### Information provided ###

function expectedStatus(access: Access, persona: Persona, world: World, route: string): number {
  if (access.kind === 'public') return access.status;
  if (persona === 'anonymous') return 401;
  if (persona === 'apiKey') {
    // A key is no person: personal and platform routes refuse it; in its own shop it has its role, minus administration.
    if (access.kind === 'platform' || access.kind === 'signed-in') return 401;
    if (access.kind === 'member') return / \/api\/shops\/:shopId(\/|$)/.test(route) ? access.status : 401;
    const ability = defineAbilityFor({ userId: 'u', isPlatformAdmin: false, apiKeyId: 'k' }, { shopId: world.shopId, role: 'buyer', spendingLimitMinor: null });
    return ability.can(access.action, subjectOf(access.subject, { shopId: world.shopId }), access.field) ? access.status : 403;
  }
  if (access.kind === 'platform') return persona === 'platformAdmin' ? access.status : 403;
  if (access.kind === 'signed-in') return access.status;
  const role = persona === 'outsider' || persona === 'platformAdmin' ? null : persona;
  if (role === null) return 404;
  if (access.kind === 'member') return access.status;
  const ability: AppAbility = defineAbilityFor({ userId: 'u', isPlatformAdmin: false }, { shopId: world.shopId, role, spendingLimitMinor: null });
  return ability.can(access.action, subjectOf(access.subject, { shopId: world.shopId }), access.field) ? access.status : 403;
}

let ctx: TestContext;
let world: World;
let fakeStripe: FakeStripe;
beforeAll(async () => {
  fakeStripe = await startFakeStripe({ port: 0, webhookUrl: null, webhookSecret: 'whsec_matrix_only' });
  ctx = await createTestContext({ env: { STRIPE_API_URL: fakeStripe.url } });
  const shop = await seedShop(ctx);
  const other = await seedShop(ctx, ['owner']);
  const admin = await createShopWithUsers(ctx.db, ctx.clock, { roles: [], platformAdmin: true });
  const member = (role: ShopRole) => ({ email: shop.byRole[role].email, password: shop.password });
  world = {
    shopId: shop.shop.id,
    catalogue: await seedCatalogueFixture(ctx.db, shop.shop.id),
    admin: await seedShopAdminFixture(ctx.db, shop.shop.id, shop.byRole.owner.id),
    purchasing: await seedPurchasingFixture(ctx.db, shop.shop.id),
    labelBinId: '',
    counts: null as unknown as CountsFixture,
    countBinId: '',
    receiptId: '',
    barcodes: null as unknown as BarcodesFixture,
    jobs: null as unknown as JobsFixture,
    estimates: null as unknown as EstimatesFixture,
    consignment: null as unknown as ConsignmentFixture,
    sales: null as unknown as SalesMatrixFixture,
    apiKeySecret: '',
    mechanicId: shop.byRole.mechanic.id,
    vehicles: await seedVehicleFixture(ctx.db, shop.shop.id, ctx.env.uploadsDir),
    stock: await seedStockFixture(ctx.db, shop.shop.id),
    platform: await seedPlatformFixture(ctx.db, ctx.clock),
    people: {
      owner: member('owner'),
      mechanic: member('mechanic'),
      buyer: member('buyer'),
      viewer: member('viewer'),
      outsider: { email: other.byRole.owner.email, password: other.password },
      platformAdmin: { email: admin.users[0]!.email, password: admin.password },
    },
  };
  {
    const owner = await signedInAgent(ctx.app, shop.byRole.owner.email, shop.password);
    const key = await owner.post(`/api/shops/${shop.shop.id}/api-keys`).set(csrf).send({ label: 'Matrix key', role: 'buyer' }).expect(201);
    world.apiKeySecret = key.body.secret as string;
  }
  world.labelBinId = await seedLabelBin(ctx.db, shop.shop.id, 'MX-BIN', [{ partId: world.catalogue.partId, onHand: 3 }]);
  world.jobs = await seedJobsFixture(ctx.db, shop.shop.id, ctx.env.uploadsDir, { vehicleId: world.vehicles.vehicleId, partId: world.stock.partId, binId: world.stock.binId, userId: world.mechanicId });
  // Stock counts and receipt labels (issue 7): the count covers the label bin (3 of the catalogue part).
  world.counts = await seedCountsFixture(ctx.db, shop.shop.id, { binId: world.labelBinId, makeBin: (code) => seedLabelBin(ctx.db, shop.shop.id, code, []) }, 32);
  world.countBinId = await seedLabelBin(ctx.db, shop.shop.id, 'MX-COUNT', []);
  world.barcodes = await seedBarcodesFixture(ctx.db, shop.shop.id, world.catalogue.partId, 20);
  world.sales = await seedSalesMatrixFixture(ctx.db, shop.shop.id, { partId: world.stock.partId, binId: world.stock.binId, vehicleId: world.vehicles.vehicleId });
  world.estimates = await seedEstimatesFixture(ctx.db, shop.shop.id, ctx.env.uploadsDir, world.vehicles.vehicleId);
  world.consignment = await seedConsignmentFixture(ctx.db, shop.shop.id, world.vehicles.customerId);
  {
    const owner = await signedInAgent(ctx.app, shop.byRole.owner.email, shop.password);
    const orderId = world.purchasing.nextSentId();
    const lineId = world.purchasing.nextSentLineId(orderId);
    const received = await owner.post(`/api/shops/${shop.shop.id}/purchasing/orders/${orderId}/receipts`).set(csrf).send({ lines: [{ lineId, quantity: 2, binId: world.purchasing.binId }] });
    world.receiptId = (received.body.receipts as Array<{ id: string; lineId: string }>).find((r) => r.lineId === lineId)!.id;
  }
});
afterAll(async () => {
  await ctx.close();
  await fakeStripe.close();
});

// Support grants (issue 11): none outlives its test, so a platform admin is an outsider unless a
// test gives them one; the revoke route's samples get an active grant to revoke.
let keepGrants = false;
beforeEach(async (test) => {
  if (test.task.name.startsWith('DELETE /api/shops/:shopId/support-access') && !test.task.name.endsWith('as platformAdmin')) {
    await world.platform.grantSupport(world.shopId);
  }
});
afterEach(async () => {
  if (!keepGrants) await world.platform.revokeAllGrants();
});

/** A request maker for a persona: signed in, holding the API key, or neither. */
async function agentOf(persona: Persona) {
  if (persona === 'anonymous') return request(ctx.app);
  if (persona === 'apiKey') return request.agent(ctx.app).set('Authorization', `Bearer ${world.apiKeySecret}`);
  return signedInAgent(ctx.app, world.people[persona].email, world.people[persona].password);
}

describe('authorisation matrix', () => {
  for (const [route, entry] of Object.entries(matrix)) {
    for (const persona of personas) {
      // Another shop's owner naming this shop in the URL: a 404 that changes nothing, row by row.
      const checkUnchanged = persona === 'outsider' && !route.startsWith('GET ') && expectedStatus(entry.access, persona, world, route) === 404;
      it(`${route} as ${persona}${checkUnchanged ? ', changing nothing' : ''}`, async () => {
        // Signed in first: a sign-in is itself audited.
        const agent = await agentOf(persona);
        const before = checkUnchanged ? await databaseDigest(ctx.db) : null;
        const res = await entry.call(agent, world);
        expect(res.status, JSON.stringify(res.body)).toBe(expectedStatus(entry.access, persona, world, route));
        if (before) expect(await databaseDigest(ctx.db)).toEqual(before);
      });
    }
  }

  it('has an entry for every mounted API route', () => {
    expect(Object.keys(matrix).sort()).toEqual(mountedApiRoutes(ctx.app));
  });
});

/** Write routes whose sample call records no audit event, each with the reason. Keep it short. */
const unaudited: Record<string, string> = {
  'POST /api/billing/webhook': 'the sample has no signature and must change nothing; processed events are audited (billing webhook tests)',
  'POST /api/auth/password-reset/request': 'answers alike for unknown addresses (the sample uses one); a real request is audited (auth tests)',
  'POST /api/auth/password-reset/confirm': 'the sample token is invalid; a real confirmation is audited (auth tests)',
  'POST /api/invitations/accept': 'needs a token from an e-mail; acceptance is audited (staff tests)',
  'POST /api/shops/:shopId/purchasing/orders/from-reorder': 'the sample asks for a part with nothing due, so no draft is written; each draft it writes is audited as purchase_order.created (insertDraft)',
  'POST /api/shops/:shopId/labels/parts': 'a read: renders a PDF of labels and changes nothing (POST only because a selection of ids does not fit a URL)',
  'POST /api/shops/:shopId/labels/bins': 'a read: renders a PDF of labels and changes nothing',
  'POST /api/shops/:shopId/labels/counts/:countId': 'a read: renders a PDF of the count’s bin labels and changes nothing',
  'POST /api/shops/:shopId/labels/receipts': 'a read: renders a PDF of labels for goods received and changes nothing',
  'POST /api/estimate-approval/view': 'a read: shows the estimate behind a token (POST keeps the token out of paths and logs)',
  'POST /api/estimate-approval/approve': 'the sample token is made up and must change nothing; a real approval is audited (estimates tests)',
  'POST /api/estimate-approval/decline': 'the sample token is made up and must change nothing; a real decline is audited (estimates tests)',
};

/** Samples for routes whose matrix call writes nothing on purpose (a preview), so the check has a real write. */
const auditSamples: Record<string, Entry['call']> = {
  'POST /api/shops/:shopId/purchasing/listings/import': (a, w) =>
    a.post(`/api/shops/${w.shopId}/purchasing/listings/import`).set(csrf).field('mode', 'commit').attach('file', Buffer.from(`supplier,part_number,price\r\n${w.purchasing.supplierName},${w.purchasing.nextUnlistedPart().number},9.99\r\n`), 'listings.csv'),
  'POST /api/shops/:shopId/imports': (a, w) =>
    a.post(`/api/shops/${w.shopId}/imports`).set(csrf).field('kind', 'parts').field('mode', 'commit').attach('file', Buffer.from(`number,description\r\nMX-${randomUUID().slice(0, 8)},Matrix\r\n`), 'parts.csv'),
};

/** Routes that send e-mail under an allowance of their own service instead of the shared one (app.ts). */
const mailLimitedByTheirService: Record<string, string> = {
  'POST /api/shops/:shopId/staff/invitations': 'invitations per shop and hour (staff.test.ts › is rate-limited per shop)',
  'POST /api/shops/:shopId/staff/invitations/:invitationId/resend': 'the same invitation allowance as a new invitation',
  'POST /api/auth/password-reset/request': 'per account and per address (password-reset.test.ts)',
};
/** Write routes whose successful sample put a message in the outbox. */
const sentMail = new Set<string>();

// Every write records who did what (issue 3). Calls each write route's matrix sample as the first
// persona allowed to make it and checks that at least one audit event was appended. It also notes
// which of them sent e-mail: each of those must be under an e-mail allowance (issue 13).
describe('audit coverage', () => {
  const isWrite = (route: string) => !route.startsWith('GET ') && !route.startsWith('HEAD ');
  const order: Persona[] = ['owner', 'buyer', 'mechanic', 'viewer', 'platformAdmin', 'outsider', 'anonymous'];

  it('knows every mounted write route', () => {
    const missing = mountedApiRoutes(ctx.app).filter((r) => isWrite(r) && !(r in matrix) && !(r in unaudited));
    expect(missing).toEqual([]);
  });

  for (const [route, entry] of Object.entries(matrix).filter(([r]) => isWrite(r) && !(r in unaudited))) {
    it(`${route} records an audit event`, async () => {
      const persona = order.find((p) => expectedStatus(entry.access, p, world, route) < 300);
      if (!persona) throw new Error(`No persona may call ${route}: give it a sample call that succeeds, or list it in \`unaudited\` with a reason.`);
      const agent = await agentOf(persona);
      const before = await ctx.db.reader.count(AuditEventEntity);
      const mailBefore = ctx.mailer.outbox.length;
      const res = await (auditSamples[route] ?? entry.call)(agent, world);
      expect(res.status, JSON.stringify(res.body)).toBeLessThan(300);
      expect(await ctx.db.reader.count(AuditEventEntity), `${route} wrote no audit event`).toBeGreaterThan(before);
      // Mail not awaited by the route is handed to the mailer before it answers; let it land.
      await new Promise((r) => setImmediate(r));
      if (ctx.mailer.outbox.length > mailBefore) sentMail.add(route);
    });
  }

  it('finds every route that sent e-mail under an e-mail allowance', () => {
    const limited = new Set([...mailSendingRoutes, ...Object.keys(mailSendingWhenAsked)].map((r) => `POST /api${r}`).concat(Object.keys(mailLimitedByTheirService)));
    // The check above saw mail at all (a mailer that stopped recording would prove nothing).
    expect([...sentMail]).toEqual(expect.arrayContaining(['POST /api/shops/:shopId/purchasing/orders/:orderId/send', 'POST /api/shops/:shopId/staff/invitations']));
    expect([...sentMail].filter((r) => !limited.has(r))).toEqual([]);
  });
});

###

• _Directions_: Your task is to copy each line of the material that contains the word "fakeStripe".

• _Answer space_:
let fakeStripe: FakeStripe;
  fakeStripe = await startFakeStripe({ port: 0, webhookUrl: null, webhookSecret: 'whsec_matrix_only' });
  ctx = await createTestContext({ env: { STRIPE_API_URL: fakeStripe.url } });
  await fakeStripe.close();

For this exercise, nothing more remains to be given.